In a conversation with the newspaper La Nación, Pampas Juan Pablo Ochoa, who lives in Spain since 2014, stated that "this gene had not been associated with the disease. There was still no evidence of associating this gene with hypertrophic cardiomyopathy."
About the study, he explained: "We found four different families from a very small city in Murcia Spain. The site has less than 30,000 inhabitants and we discovered that, despite not knowing it, had a common ancestor born seven generations ago We genotype more than 7,000 patients. We then identified the mutation in 30 families and followed them for a long time. This enabled us to associate FHOD3 with hypertrophic cardiomyopathy. "
Specifically, people were followed for 3 years in more than 40 centers. Not only did they and their families benefit from the results, but several doors were opened. On the one hand, to achieve more accurate diagnoses of hypertrophic cardiomyopathy. On the other hand, it enables generating new research lines and new treatments.
Hypertrophic cardiomyopathy is the most common hereditary heart disease that affects 1 in 500 people. Its presence is associated with an increased risk of cardiovascular problems: sudden death and heart failure. In addition, it is a deterioration of the patient's quality of life due to the symptoms.
The disease occurs because there are mutations in genes that are important for the development of the heart muscle, which causes it to grow disproportionately, this is called hypertrophy. Despite scientific progress, more than half of the patients can not identify the genetic cause of the disease at present.
"Young athletes who suddenly die, are often due to hypertrophic cardiomyopathy. This is the most common cause of adolescents under 35. After that age it is a heart attack," said Ochoa, educated at La Plata University and specialized in at the Favaloro Foundation, adding: "Those suffering from it have a higher risk of arrhythmia and have symptoms like dyspnea (lack of air). Many others are asymptomatic and detected when they go to a check and notice that the heart's thickness is increased."
The project originated in the Galician company Health In Code, a world leader in cardiovascular genetics, and collaborates with more than 100 health centers worldwide. Together with the collaborators at the Virgen de la Arrixaca Hospital in Murcia, they discovered the mutation in FHOD3 in several families. The study included the cardiologists, genetics, pathologists, molecular biologists, technicians and administrative staff joint efforts.

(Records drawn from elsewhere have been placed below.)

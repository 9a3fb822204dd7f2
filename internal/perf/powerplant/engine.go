package powerplant

import (
	"math"

	"legwright/internal/perf/atmos"
	"legwright/internal/perf/formula"
	"legwright/internal/perf/input"
	"legwright/internal/perf/numeric"
	"legwright/internal/perf/units"
)

// How a piston engine's full-throttle power and its consumption are given.
const (
	ByRating   = "rating"
	ByTable    = "table"
	ByConstant = "constant"
)

// A PistonEngine is a piston engine as the user describes it.
type PistonEngine struct {
	PowerGiven       string      `json:"power_given"`       // ByRating or ByTable
	RatedPower       float64     `json:"rated_power"`       // at sea level, standard day, in W
	RatedSpeed       float64     `json:"rated_speed"`       // engine speed of the rated power in rev/s
	PowerCurve       [][]float64 `json:"power_curve"`       // engine speed in rev/s, full-throttle sea-level power in W
	Redline          float64     `json:"redline"`           // greatest engine speed in rev/s
	CriticalAltitude float64     `json:"critical_altitude"` // pressure altitude to which power is held, in m; 0 when unsupercharged
	GearRatio        float64     `json:"gear_ratio"`        // engine turns per propeller turn, dimensionless
	InstallationLoss float64     `json:"installation_loss"` // fraction of power lost to intake, cooling and exhaust, 0 to 1
	AccessoryPower   float64     `json:"accessory_power"`   // taken by generator and pumps, in W
	ConsumptionGiven string      `json:"consumption_given"` // ByConstant or ByTable
	Consumption      float64     `json:"consumption"`       // fuel per brake work in kg/J
	ConsumptionCurve [][]float64 `json:"consumption_curve"` // fraction of rated power, consumption in kg/J
	IdleFlow         float64     `json:"idle_flow"`         // fuel flow below which the engine does not go, in kg/s
}

var (
	ratedPower = input.Spec{Name: "rated_power", Label: "Rated power", Quantity: units.Power, Min: 100, Max: 3e6, Note: "Brake power at full throttle, sea level, standard day."}
	ratedSpeed = input.Spec{Name: "rated_speed", Label: "Rated speed", Quantity: units.Rotation, Min: 5, Max: 500, Note: "Engine speed of the rated power."}
	redline    = input.Spec{Name: "redline", Label: "Greatest speed", Quantity: units.Rotation, Min: 5, Max: 500, Note: "Engine speed that throttling never lets be passed."}
	critical   = input.Spec{Name: "critical_altitude", Label: "Critical altitude", Quantity: units.Altitude, Min: 0, Max: 12000, Note: "Pressure altitude to which a turbocharger holds sea-level power; 0 when there is none."}
	gearRatio  = input.Spec{Name: "gear_ratio", Label: "Reduction ratio", Quantity: units.Coefficient, Min: 0.3, Max: 10, Note: "Engine turns for one propeller turn; 1 for direct drive."}
	loss       = input.Spec{Name: "installation_loss", Label: "Installation loss", Quantity: units.Fraction, Min: 0, Max: 0.5,
		Note: "Intake, cooling and exhaust against the test stand.", Typical: &input.Typical{Low: 0.02, High: 0.1, Source: input.CommonPractice}}
	accessory   = input.Spec{Name: "accessory_power", Label: "Accessory power", Quantity: units.Power, Min: 0, Max: 1e5, Note: "Generator, vacuum and hydraulic pumps."}
	consumption = input.Spec{Name: "consumption", Label: "Fuel consumption", Quantity: units.Consumption, Min: 1e-8, Max: 1e-6,
		Note:    "Fuel per brake work.",
		Also:    []string{"BSFC", "SFC", "specific fuel consumption", "specific consumption", "be"},
		Typical: &input.Typical{Low: 0.38 * 1.68966e-7, High: 0.60 * 1.68966e-7, Source: "0.38 to 0.60 lb/hp·h for four-stroke engines, common practice, no source"}}
	idleFlow   = input.Spec{Name: "idle_flow", Label: "Idle fuel flow", Quantity: units.FuelFlow, Min: 0, Max: 0.05, Note: "Fuel flow with the throttle closed; the flow never falls below it."}
	curveSpeed = input.Spec{Name: "speed", Label: "Engine speed", Quantity: units.Rotation, Min: 1, Max: 500, Note: "Of the crankshaft, before any gearing.",
		Also: []string{"rpm", "n", "revs", "rotational speed", "crankshaft speed"}}
	curvePower = input.Spec{Name: "power", Label: "Full-throttle power", Quantity: units.Power, Min: 1, Max: 3e6, Note: "Brake power at sea level, standard day.",
		Also: []string{"P", "brake power", "shaft power", "rated power", "max power", "kW", "hp", "bhp", "PS"}}
	curveFraction = input.Spec{Name: "fraction", Label: "Share of rated power", Quantity: units.Fraction, Min: 0, Max: 1.2, Note: "Not a share of the lever's travel.",
		Also: []string{"load", "% power", "percent power", "power setting", "power", "share of power"}}
)

// rowTorque is P/(2π n).
var rowTorque = []input.Derived{{
	Spec: &input.Spec{Name: "torque", Label: "Torque", Quantity: units.Torque, Min: -1e9, Max: 1e9, Also: []string{"M", "Q", "T", "Md"}},
	Of:   func(row []float64) float64 { return row[1] / (2 * math.Pi * row[0]) },
}}

// Inputs describes the engine's inputs.
func (e *PistonEngine) Inputs() []input.Entry {
	table := e.PowerGiven == ByTable
	return []input.Entry{
		input.Pick("power_given", "Full-throttle power given as", &e.PowerGiven,
			input.Option{Value: ByRating, Label: "rated power"}, input.Option{Value: ByTable, Label: "table against speed"}),
		input.Num(&ratedPower, &e.RatedPower).If(!table),
		input.Num(&ratedSpeed, &e.RatedSpeed).If(!table),
		input.Rows(input.Table{Name: "power_curve", Label: "Full-throttle power", MinRows: 2, Columns: []*input.Spec{&curveSpeed, &curvePower}, Derived: rowTorque,
			Note: "Sea level, standard day; one row a line."}, &e.PowerCurve).If(table),
		input.Num(&redline, &e.Redline),
		input.Num(&critical, &e.CriticalAltitude),
		input.Num(&gearRatio, &e.GearRatio),
		input.Num(&loss, &e.InstallationLoss),
		input.Num(&accessory, &e.AccessoryPower),
		input.Pick("consumption_given", "Consumption given as", &e.ConsumptionGiven,
			input.Option{Value: ByConstant, Label: "one value"}, input.Option{Value: ByTable, Label: "table against power"}),
		input.Num(&consumption, &e.Consumption).If(e.ConsumptionGiven != ByTable),
		input.Rows(input.Table{Name: "consumption_curve", Label: "Fuel consumption", MinRows: 2, Columns: []*input.Spec{&curveFraction, &consumption},
			Note: "Against the share of rated power; one row a line."}, &e.ConsumptionCurve).If(e.ConsumptionGiven == ByTable),
		input.Num(&idleFlow, &e.IdleFlow),
	}
}

// engine is a PistonEngine ready to run.
type engine struct {
	spec        PistonEngine
	rated       float64        // rated brake power in W
	curve       *numeric.Table // nil when given by rating
	lowest      float64        // first speed of the curve in rev/s
	consumption *numeric.Table // nil when constant
	criticalSig float64        // density ratio at the critical altitude
}

func (e *PistonEngine) build() (*engine, error) {
	b := &engine{spec: *e, rated: e.RatedPower, lowest: 0, criticalSig: 1}
	if e.PowerGiven == ByTable {
		var err error
		var top float64
		if b.curve, err = columns(e.PowerCurve); err != nil {
			return nil, input.Within("power_curve", &input.Error{Err: input.ErrOrder, Text: err.Error(), Accepts: "rising speeds"})
		}
		b.lowest, top = b.curve.Bounds()
		_, b.rated = b.curve.Range()
		if e.Redline > top || e.Redline < b.lowest {
			return nil, &input.Error{Path: "redline", Spec: &redline, Text: units.Metric.Format(units.Rotation, e.Redline), Err: input.ErrConflict,
				Accepts: "the power table runs from " + units.Metric.Format(units.Rotation, b.lowest) + " to " + units.Metric.Format(units.Rotation, top) + " and must reach the greatest speed"}
		}
	}
	if e.ConsumptionGiven == ByTable {
		var err error
		if b.consumption, err = columns(e.ConsumptionCurve); err != nil {
			return nil, input.Within("consumption_curve", &input.Error{Err: input.ErrOrder, Text: err.Error(), Accepts: "rising shares of power"})
		}
	}
	if e.CriticalAltitude > 0 {
		t, p, err := atmos.Standard(e.CriticalAltitude)
		if err != nil {
			return nil, err
		}
		b.criticalSig = p / (atmos.GasConstant * t) / atmos.SeaLevelDensity
	}
	return b, nil
}

func columns(rows [][]float64) (*numeric.Table, error) {
	x, y := make([]float64, len(rows)), make([]float64, len(rows))
	for i, r := range rows {
		x[i], y[i] = r[0], r[1]
	}
	return numeric.NewTable(x, y)
}

var (
	lapse = formula.Must(formula.Formula{
		ID: "piston.lapse", Out: formula.Sym("phi", "power against sea-level power", units.Coefficient),
		In:   []formula.Symbol{formula.Sym("sigma", "density ratio of the dry air", units.Coefficient)},
		Expr: "sigma - (1 - sigma)/7.55", Source: formula.GaggFerrar, Where: "as printed in Raymer 1992, eq. 13.10; dry-air density after NACA TR 426",
	})
	turboLapse = formula.Must(formula.Formula{
		ID: "piston.turbo-lapse", Out: formula.Sym("phi", "power against sea-level power", units.Coefficient),
		In:   []formula.Symbol{formula.Sym("sigma", "density ratio of the dry air", units.Coefficient), formula.Sym("sigmac", "density ratio at the critical altitude", units.Coefficient)},
		Expr: "min(1, (sigma - (1 - sigma)/7.55)/(sigmac - (1 - sigmac)/7.55))", Source: formula.GaggFerrar, Where: "scaled to be continuous at the critical altitude",
	})
	installed = formula.Must(formula.Formula{
		ID: "piston.installed-power", Out: formula.Sym("P", "installed power at the propeller", units.Power),
		In: []formula.Symbol{formula.Sym("f", "throttle", units.Fraction), formula.Sym("Psl", "sea-level full-throttle power at this speed", units.Power), formula.Sym("phi", "power against sea-level power", units.Coefficient),
			formula.Sym("l", "installation loss", units.Fraction), formula.Sym("Pacc", "accessory power", units.Power)},
		Expr: "max(0, f*Psl*phi*(1 - l) - Pacc)", Source: formula.Definition,
	})
	fuelFlow = formula.Must(formula.Formula{
		ID: "piston.fuel-flow", Out: formula.Sym("mdot", "fuel flow", units.FuelFlow),
		In:   []formula.Symbol{formula.Sym("c", "specific fuel consumption", units.Consumption), formula.Sym("Pb", "brake power", units.Power), formula.Sym("idle", "idle fuel flow", units.FuelFlow)},
		Expr: "max(idle, c*Pb)", Source: formula.Definition,
	})
	brakePower = formula.Must(formula.Formula{
		ID: "piston.brake-power", Out: formula.Sym("Pb", "brake power", units.Power),
		In:   []formula.Symbol{formula.Sym("P", "power absorbed by the propeller", units.Power), formula.Sym("Pacc", "accessory power", units.Power), formula.Sym("l", "installation loss", units.Fraction)},
		Expr: "(P + Pacc)/(1 - l)", Source: formula.Definition,
	})
)

// seaLevel is the full-throttle sea-level brake power in W at the engine speed n
// in rev/s. Below a table's first row, and below the rated speed, torque is constant.
func (e *engine) seaLevel(n float64) float64 {
	if e.curve == nil {
		return e.rated * math.Min(1, n/e.spec.RatedSpeed)
	}
	p, inside := e.curve.At(n)
	if !inside && n < e.lowest {
		return p * n / e.lowest
	}
	return p
}

// lapse is full-throttle power in air a against sea-level power. Zero where the air is too thin to run.
func (e *engine) lapse(a *atmos.Air, w *formula.Working) float64 {
	sigma := a.DryDensity / atmos.SeaLevelDensity
	if e.spec.CriticalAltitude > 0 {
		c := e.criticalSig
		return math.Max(0, w.Step(turboLapse, math.Min(1, (sigma-(1-sigma)/7.55)/(c-(1-c)/7.55)), sigma, c))
	}
	return math.Max(0, w.Step(lapse, sigma-(1-sigma)/7.55, sigma))
}

// power is the installed power in W at the propeller with throttle f, lapse phi and propeller speed n in rev/s.
func (e *engine) power(f, phi, n float64, w *formula.Working) float64 {
	sl := e.seaLevel(n * e.spec.GearRatio)
	s := &e.spec
	return w.Step(installed, math.Max(0, f*sl*phi*(1-s.InstallationLoss)-s.AccessoryPower), f, sl, phi, s.InstallationLoss, s.AccessoryPower)
}

// burn completes out with what the engine draws to put p in W into the propeller.
func (e *engine) burn(out *Output, p float64, w *formula.Working) {
	s := &e.spec
	brake := w.Step(brakePower, (p+s.AccessoryPower)/(1-s.InstallationLoss), p, s.AccessoryPower, s.InstallationLoss)
	out.Fraction = brake / e.rated
	c := s.Consumption
	if e.consumption != nil {
		c, _ = e.consumption.At(out.Fraction)
	}
	out.FuelFlow = w.Step(fuelFlow, math.Max(s.IdleFlow, c*brake), c, brake, s.IdleFlow)
}

// top is the greatest propeller speed in rev/s.
func (e *engine) top() float64 { return e.spec.Redline / e.spec.GearRatio }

"Since DNA studies were done, it became more known about the disease, but in the last five years it has stagnated in the 50% and it was very rare to find new genes. This work is new because it detects a new gene and would explain between 2 and 4 percent of the causes of hypertrophic cardiomyopathy. Although it seems small, it's a lot because it's a disease where half of those suffering from it have no diagnosis, says Ochoa.
In addition, the cardiologist said that the most important thing in the work is not the scientific grandeur, but the practical application. "Although the publication is born from the experience of cardiovascular genetics, it is seeking to provide answers that contribute to clinical management of patients. That is, converting knowledge into personal medicine that is applicable to each patient in particular, and especially to their relatives .
These will benefit from screening strategies to detect those at risk or not to withdraw from the disease before being clinically expressed, "the doctor concluded from the other side of the phone.